Gal, who self-identifies as a compulsive gifter, vigorously defended the practice.
“Side gets postcards at our office all the time from other brokerages that are being sent to agents in an attempt to recruit,” he said via email. “Instead of sending a postcard, we send something of value and use, which is consistent with our mission.”
He also noted that Side doesn’t offer signing bonuses, a veiled reference to Compass and other brokerages that have begun kicking in all-cash offerings as part and parcel of recruiting. However, Side’s first seven agent partners received equity, and stock options are listed as perks included on a slew of Side’s job postings.
“It’s just the new kid on the block trying to sell the same story over and over,” said Jeff Hyland, president of Hilton & Hyland. He expressed skepticism of Side’s no-brand model, adding that “you can’t do that when you get into luxury markets.”
It’s no secret that Gal holds little regard for many of Side’s competitors. During a July interview, he lambasted brokerages including Compass, Realogy firms, eXp Holdings and REMAX.
“There are not a lot of top producing agents at those companies anymore,” he told the podcast “Real Trends.” When the interviewer gently called him out, he sighed.
“It’s just what’s true,” he said. “I’m not looking to pick fights, I’m just very sober about what is and what isn’t.”
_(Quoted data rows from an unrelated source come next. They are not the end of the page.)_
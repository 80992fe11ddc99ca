import { asc, eq } from 'drizzle-orm';
import { PDFDocument } from 'pdf-lib';

import { keepFile } from '@/db/seed/keep-file';
import { makeForm } from '@/db/seed/papers';
import type { Db } from '@/db/client';
import { batches, batchLines } from '@/db/schema/batches';
import { processors } from '@/db/schema/organisations';
import { readDocumentJob } from '@/lib/jobs/definitions/read-document';
import { inOwningShop } from '@/lib/files/in-owning-shop';
import type { PaperKind } from '@/lib/portal/contract';
import { sendPaper } from '@/lib/portal/send-paper';
import type { ToProve } from '@/lib/parts/to-prove';

import { runJobs } from '../services/run-jobs';
import { changeProcessor } from './invoices';
import { makeWorld, TODAY, type World } from './world';

/** A shop whose processor has a name as processors have. */
export async function makePaperWorld({ db, owner }: { db: Db; owner: Db }): Promise<World> {
  const world = await makeWorld(db, owner);
  await changeProcessor(owner, world, { name: 'Alder Ridge Heat Treating' });
  return world;
}

type Form = Parameters<typeof makeForm>[0];

/** What a certificate says otherwise than a good one would. */
export interface Stated {
  number?: string;
  order?: string;
  /** Accepted pieces of each line. */
  pieces?: readonly number[];
  statements?: readonly string[];
  signed?: boolean;
  /** Another batch that it is for as well, with all its pieces. */
  also?: string;
}

export const CONFORMS =
  'We certify that the parts listed above were processed and inspected to the order and the specification named.';

/** What AMS 2770 asks of 2024 sheet, as an order words it: a batch asks for it as a whole. */
export const HEAT_TREAT: readonly ToProve[] = [
  asked('Order number and revision', ''),
  asked('Solution temperature', '910 to 930', '°F'),
  asked('Soak', '35 or more', 'min'),
  asked('Quench delay', '10 or less', 's'),
  asked('Hardness', 'HRB 63 or more'),
  asked('Signature and date', ''),
];

/** What a good paper states about them. */
export const DONE_RIGHT = [
  'Solution temperature: 920 °F',
  'Soak: 40 min',
  'Quench delay: 7 s',
  'Hardness: HRB 70',
  CONFORMS,
];

export function asked(characteristic: string, limit: string, unit = ''): ToProve {
  return { characteristic, limit, unit, source: 'specification', sourceText: 'AMS 2770' };
}

/** The certificate of a batch as a processor prints it: for all its pieces unless it is said otherwise. */
export async function certificatePaper(world: World, batchId: string, stated: Stated = {}): Promise<Buffer> {
  const { batch, lines, processor } = await orderOf(world, batchId);
  const also = stated.also === undefined ? null : await orderOf(world, stated.also);
  return makeForm({
    ...headOf(processor),
    title: 'Certificate of conformance',
    facts: [
      ['Certificate no.', stated.number ?? '26-00417'],
      ['Date', '2026-06-17'],
      ['Purchase order', stated.order ?? batch.orderNumber],
      ['Traveller', batch.number],
      ['Process', 'Solution heat treat and age'],
      ['Specification', 'AMS 2770 rev R'],
      ...(also ? ([['Remark', `with ${also.batch.orderNumber}`]] as const) : []),
    ],
    columns: ['Part number', 'Rev', 'Description', 'Lot', 'Quantity'],
    lines: [...lines, ...(also?.lines ?? [])].map(({ frozen, pieces }, at) => ({
      cells: [
        frozen?.partNumber ?? '',
        frozen?.partRevision ?? '',
        frozen?.partName ?? '',
        frozen?.lotNumber ?? '',
        String(stated.pieces?.[at] ?? pieces),
      ],
    })),
    statements: stated.statements ?? DONE_RIGHT,
    signed: stated.signed === false ? null : { name: 'Ada Marsh', role: 'Quality', day: '2026-06-17' },
  });
}

/** Papers one after the other in one file, as a scanner makes it of a stack. */
export async function stackOf(papers: readonly Buffer[]): Promise<Buffer> {
  const stack = await PDFDocument.create();
  for (const paper of papers) {
    const from = await PDFDocument.load(paper);
    for (const page of await stack.copyPages(from, from.getPageIndices())) stack.addPage(page);
  }
  return Buffer.from(await stack.save());
}

/** An invoice of the batch for its first line. */
export async function invoicePaper(
  world: World,
  batchId: string,
  given: { number?: string; order?: string; freight?: string; total: string },
): Promise<Buffer> {
  const { batch, lines, processor } = await orderOf(world, batchId);
  return makeForm({
    ...headOf(processor),
    title: 'Invoice',
    facts: [
      ['Invoice', given.number ?? 'INV-8417'],
      ['Date', '2026-06-17'],
      ['Your order', given.order ?? batch.orderNumber],
      ['Terms', '30 days'],
      ['Currency', 'USD'],
    ],
    columns: ['Description', 'Quantity', 'Each', 'Amount'],
    lines: [
      ...lines.map(({ frozen, pieces, unitPriceMinor }) => ({
        cells: [
          `${frozen?.partNumber ?? ''} ${frozen?.partRevision ?? ''}`,
          String(pieces),
          (unitPriceMinor / 100).toFixed(2),
          ((pieces * unitPriceMinor) / 100).toFixed(2),
        ],
      })),
      ...(given.freight === undefined ? [] : [{ cells: ['Freight', '', '', given.freight] }]),
      { cells: ['Total', '', '', given.total] },
    ],
    statements: [],
    signed: null,
  });
}

const headOf = (name: string): Pick<Form, 'from' | 'at'> => ({
  from: { name, address: 'Works Road, Tamarack Junction' },
  at: TODAY,
});

const orderOf = (world: World, batchId: string) =>
  world.as(['lead'], async ({ tx }) => {
    const [found] = await tx
      .select({ batch: batches, processor: processors.name })
      .from(batches)
      .innerJoin(processors, eq(processors.id, batches.processorId))
      .where(eq(batches.id, batchId));
    if (!found) throw new Error('no such batch');
    const lines = await tx
      .select()
      .from(batchLines)
      .where(eq(batchLines.batchId, batchId))
      .orderBy(asc(batchLines.lineNo));
    return { ...found, lines };
  });

interface HandedIn {
  kind: PaperKind;
  name?: string;
  content: Buffer;
}

/** Stores a paper and hands it in as the batch's processor does, which has it wait for being read. */
export const handIn = (world: World, batchId: string, { kind, content, ...given }: HandedIn) =>
  world.asProcessor(async (ctx) => {
    const isChart = kind === 'chart';
    const { name = isChart ? 'furnace-2.csv' : `${kind}.pdf` } = given;
    const fileId = await inOwningShop(ctx, world.shopId, (inner) =>
      keepFile(inner, {
        purpose: kind,
        name,
        content,
        batchId,
        processorId: world.processorId,
        mediaType: isChart ? 'text/csv' : 'application/pdf',
      }),
    );
    return (await sendPaper(ctx, { batchId, kind, fileId })).id;
  });

/** Reads what waits, as the worker does. @throws what a file did to a job, which no file may. */
export async function readAll(base: { db: Db; owner: Db }): Promise<number> {
  const ran = await runJobs(base, readDocumentJob);
  for (const { error } of ran) if (error) throw error;
  return ran.length;
}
In an email to The Real Deal, Gal responded to a question about the founders’ real estate bona fides by saying, “we have a very high bar for who we hire, and unfortunately most of the corporate leadership and management inside real estate brokerages do not meet that bar.”
Biting into the Big Apple
Love it or hate it, Side’s war chest and appetite for growth are attracting attention.
Over the summer, there have been rumblings within the New York City brokerage community that Side has begun hunting for someone to serve as its broker of record in the state and interview agents. In August, Saunders put a call out on LinkedIn that Side was looking to hire managing brokers in Oregon, Washington, New York, Colorado and the Washington, D.C., area. Gal said the firm planned to launch its New York operations early next year.
Side’s eastward expansion comes as another California staple, The Agency, is setting up shop in New York, with its first office slated to open this month in Long Island City. The migration shows the scope of opportunity the New York market represents to firms, but it won’t be a cakewalk.
Ryan Serhant, who started his own brokerage last year and arguably could have been a top recruit for Side if the clocks were wound back, said he loves the firm’s concept but expressed doubts about how the model would fare in a luxury market like New York.
“Consumers want large brands to represent them, it’s just the way it works,” he said. “Look what they’re wearing. Look where they buy. Look what they spend just to be on Fifth Avenue just because they can say they live on Fifth Avenue. It’s just a different type of clientele.”
Richard Grossman of Brown Harris Stevens agreed, questioning how many top agents would be lured by the support services at Side and the dream of owning their own brand.
“My experience is that companies support their biggest brokers and largest teams in a very, very significant way,” he said. “It’s an interesting idea, but I really question whether that is going to be scalable.”
Time will tell how many agents will truly jump at the chance to start their own brand, but once an agent takes the plunge, hopping to another firm would be challenging, according to Bacal.
“If you leave, it’s major failure,” said Bacal. “You’re telling the world you can’t create your own business, so you’d never leave.”